Rather than rewriting the existing caller's page table when execvp is called, the Linux kernel actually allocates and populates an entirely new page table! Since our original PT program was getting the CR3 before the execvp, our trace wasn't including the target program's execution.

ptrace

So how do we get the CR3 value after execvp is called by the child? We can't simply have the parent signal the child, like in the first attempt, because any code we give to the child process will be overwritten when execvp is called. The solution instead lies in an OS feature known as ptrace. Using ptrace, we can have the child process attach itself to the parent process for debugging. When execvp is completed, the OS will pause the child and signal the parent. The parent can catch this signal using waitpid(), do whatever it needs to do, and then resume the child. The code looks something like this:

pid = fork()

if (pid == 0) { // Child process

    ptrace(PTRACE_TRACEME, 0, NULL, NULL);
    execvp(args[0], args);

} else {        // Parent process

    waitpid(pid, NULL, 0); // Wait for child to complete execvp()

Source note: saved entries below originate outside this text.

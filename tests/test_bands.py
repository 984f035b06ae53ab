"""Periodic latitude bands: all longitudes, part of the latitudes.

External checks:
* solid-body rotation, Williamson et al. (1992), "A standard test set for numerical
  approximations to the shallow water equations in spherical geometry", J. Comput.
  Phys. 102, 211-224, test case 1: u = U cos(phi), parcels keep their latitude and turn
  at the angular speed U / a;
* a uniform southward wind v = -V crosses the band's southern edge after
  (phi0 - phi_south) a / V (kinematics of uniform motion on a meridian).
"""

from __future__ import annotations

import json
import subprocess
import sys

import numpy as np
import pytest
import xarray as xr

import flowpipe as fp
from flowpipe.constants import EARTH_RADIUS

U = 40.0  # m s-1, test case 1's u0 is 2 pi a / 12 days (about 38.6 m s-1); any speed will do


def _band_file(path, lat, u_of, v_of, times=13) -> str:
    lon = np.arange(0.0, 360.0, 1.0)
    phi, lam = np.radians(lat)[:, None], np.radians(lon)[None, :]
    shape = (times, lat.size, lon.size)
    t = np.datetime64("2026-03-01") + np.arange(times) * np.timedelta64(6, "h")
    ds = xr.Dataset(
        {"u": (("time", "latitude", "longitude"), np.broadcast_to(u_of(phi, lam), shape).copy(),
               {"units": "m s-1", "standard_name": "eastward_wind"}),
         "v": (("time", "latitude", "longitude"), np.broadcast_to(v_of(phi, lam), shape).copy(),
               {"units": "m s-1", "standard_name": "northward_wind"})},
        coords={"time": t,
                "latitude": ("latitude", lat, {"units": "degrees_north", "standard_name": "latitude"}),
                "longitude": ("longitude", lon, {"units": "degrees_east",
                                                 "standard_name": "longitude"})})
    ds.to_netcdf(path)
    return str(path)


def _zero(phi, lam):
    return 0 * phi + 0 * lam


def _solid(phi, lam):
    return U * np.cos(phi) + 0 * lam


@pytest.mark.parametrize("lat, kind", [
    (np.arange(0.0, 90.1, 1.0), "band"),
    (np.arange(-30.0, 30.1, 1.0), "band"),
    (np.arange(-78.0, 78.1, 1.0), "band"),
    (np.arange(-90.0, 90.1, 1.0), "global"),
])
def test_inspect_names_the_grid_kind(tmp_path, lat, kind):
    # README.md ("Commands"): inspect --json "grid" is global, band or regional
    path = _band_file(tmp_path / "w.nc", lat, _solid, _zero, times=2)
    run = subprocess.run([sys.executable, "-m", "flowpipe", "inspect", path, "--json"],
                         capture_output=True, text=True)
    assert run.returncode == 0, run.stderr
    assert json.loads(run.stdout)["grid"] == kind
    text = subprocess.run([sys.executable, "-m", "flowpipe", "inspect", path],
                          capture_output=True, text=True).stdout
    assert kind in text


def test_solid_body_rotation_on_a_hemisphere_returns_as_on_the_globe(tmp_path):
    # Williamson et al. (1992) test case 1 (alpha = 0): after t the parcel at 60 N has
    # turned by U t / a radians of longitude; the hemisphere (with its pole row) must do as
    # well as the full globe, and no start is refused as "too coarse".
    hemi = fp.open_wind(_band_file(tmp_path / "nh.nc", np.arange(0.0, 90.1, 1.0), _solid, _zero))
    globe = fp.open_wind(_band_file(tmp_path / "gl.nc", np.arange(-90.0, 90.1, 1.0), _solid, _zero))
    assert fp.describe_grid(hemi).kind == "band"
    hours = 72.0
    expected = np.degrees(U * hours * 3600.0 / EARTH_RADIUS)
    errors = []
    for wind in (hemi, globe):
        tracks = fp.advect(wind, [(60.0, 10.0), (60.0, 200.0)], hours=hours)
        assert (tracks["status"].values == 0).all()
        end_lon = tracks["longitude"].values[:, -1]
        turned = np.mod(end_lon - np.array([10.0, 200.0]), 360.0)
        errors.append(np.abs(turned - expected).max() + np.abs(tracks["latitude"].values - 60).max())
    assert errors[0] <= 1.5 * errors[1] + 1e-6
    assert errors[0] < 0.01  # degrees


def test_vorticity_on_a_hemisphere(tmp_path):
    # Test case 1's relative vorticity 2 U sin(phi) / a (Williamson et al. 1992: the
    # Laplacian of its stream function psi = -a U sin(phi)), in the band's interior,
    # decomposed by the regional solver, periodic in longitude.
    wind = fp.open_wind(_band_file(tmp_path / "nh.nc", np.arange(0.0, 90.1, 1.0), _solid, _zero,
                                   times=1))
    parts = fp.decompose(wind)
    vort = parts["vorticity"].isel(time=0).sel(latitude=slice(20, 70)).values
    lat = parts["latitude"].sel(latitude=slice(20, 70)).values
    expected = 2 * U * np.sin(np.radians(lat)) / EARTH_RADIUS
    np.testing.assert_allclose(vort, np.broadcast_to(expected[:, None], vort.shape),
                               rtol=0.01, atol=1e-3 * expected.max())


def test_southward_wind_leaves_a_tropical_band_at_its_edge(tmp_path):
    # A uniform southward wind of V: from latitude phi0 the parcel reaches 30 S after
    # (phi0 + 30) (pi / 180) a / V seconds, then stops with left_domain; nothing is
    # recorded south of the band.
    V = 20.0
    path = _band_file(tmp_path / "tro.nc", np.arange(-30.0, 30.1, 1.0),
                      lambda p, lam: 5.0 + _zero(p, lam), lambda p, lam: -V + _zero(p, lam))
    tracks = fp.advect(fp.open_wind(path), [(0.0, 100.0), (10.0, 359.5), (-20.0, 0.0)],
                       hours=66.0)
    meanings = tracks["status"].attrs["flag_meanings"].split()
    assert [meanings[s] for s in tracks["status"].values] == ["left_domain"] * 3
    lat = tracks["latitude"].values
    assert np.nanmin(lat) >= -30.0 - 1e-9 and np.nanmax(lat) <= 30.0
    step = tracks.attrs["time_step_seconds"]
    record = 3600.0
    for i, phi0 in enumerate((0.0, 10.0, -20.0)):
        crossing = np.radians(phi0 + 30.0) * EARTH_RADIUS / V
        last = (np.isfinite(lat[i]).sum() - 1) * record  # the last recorded time
        assert crossing - record - step <= last <= crossing + step


def test_constant_omega_on_a_band_moves_parcels_by_omega_times_time(tmp_path):
    # Constant vertical velocity omega in pressure coordinates: dp/dt = omega, so a parcel's
    # pressure after t is p0 + omega t (analytic), on a band as on the globe.
    omega = 0.1  # Pa s-1, descent
    lat = np.arange(-40.0, 40.1, 1.0)
    lon = np.arange(0.0, 360.0, 1.0)
    levels = np.array([500.0, 700.0, 850.0, 1000.0])
    t = np.datetime64("2026-03-01") + np.arange(5) * np.timedelta64(6, "h")
    shape = (t.size, levels.size, lat.size, lon.size)
    dims = ("time", "level", "latitude", "longitude")
    ds = xr.Dataset(
        {"u": (dims, np.full(shape, 10.0), {"units": "m s-1", "standard_name": "eastward_wind"}),
         "v": (dims, np.zeros(shape), {"units": "m s-1", "standard_name": "northward_wind"}),
         "omega": (dims, np.full(shape, omega), {"units": "Pa s-1", "standard_name":
                                                 "lagrangian_tendency_of_air_pressure"})},
        coords={"time": t,
                "level": ("level", levels, {"units": "hPa", "standard_name": "air_pressure",
                                            "positive": "down"}),
                "latitude": ("latitude", lat, {"units": "degrees_north", "standard_name": "latitude"}),
                "longitude": ("longitude", lon, {"units": "degrees_east",
                                                 "standard_name": "longitude"})})
    ds.to_netcdf(tmp_path / "omega.nc")
    wind = fp.open_wind(str(tmp_path / "omega.nc"))
    assert fp.describe_grid(wind).kind == "band"
    hours = 18.0
    tracks = fp.advect(wind, [(0.0, 350.0, 600.0), (30.0, 10.0, 700.0)], hours=hours,
                       vertical="omega")
    expected = np.array([600.0, 700.0]) + omega * hours * 3600.0 / 100.0  # hPa
    np.testing.assert_allclose(tracks["air_pressure"].values[:, -1], expected, rtol=1e-6)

    enable_cr3_filter(pid);
    enable_pt();

    ptrace(PTRACE_DETACH, pid, 0, 0); // Resume child

}

Note that this code detaches the parent from the child once the child has been paused. This causes the child to resume normal execution. If we wanted to continue monitoring the child (for example, to detect fork() or clone()), we could do so.

Making the above modification allows the parent to capture the correct CR3 value and get a complete PT trace.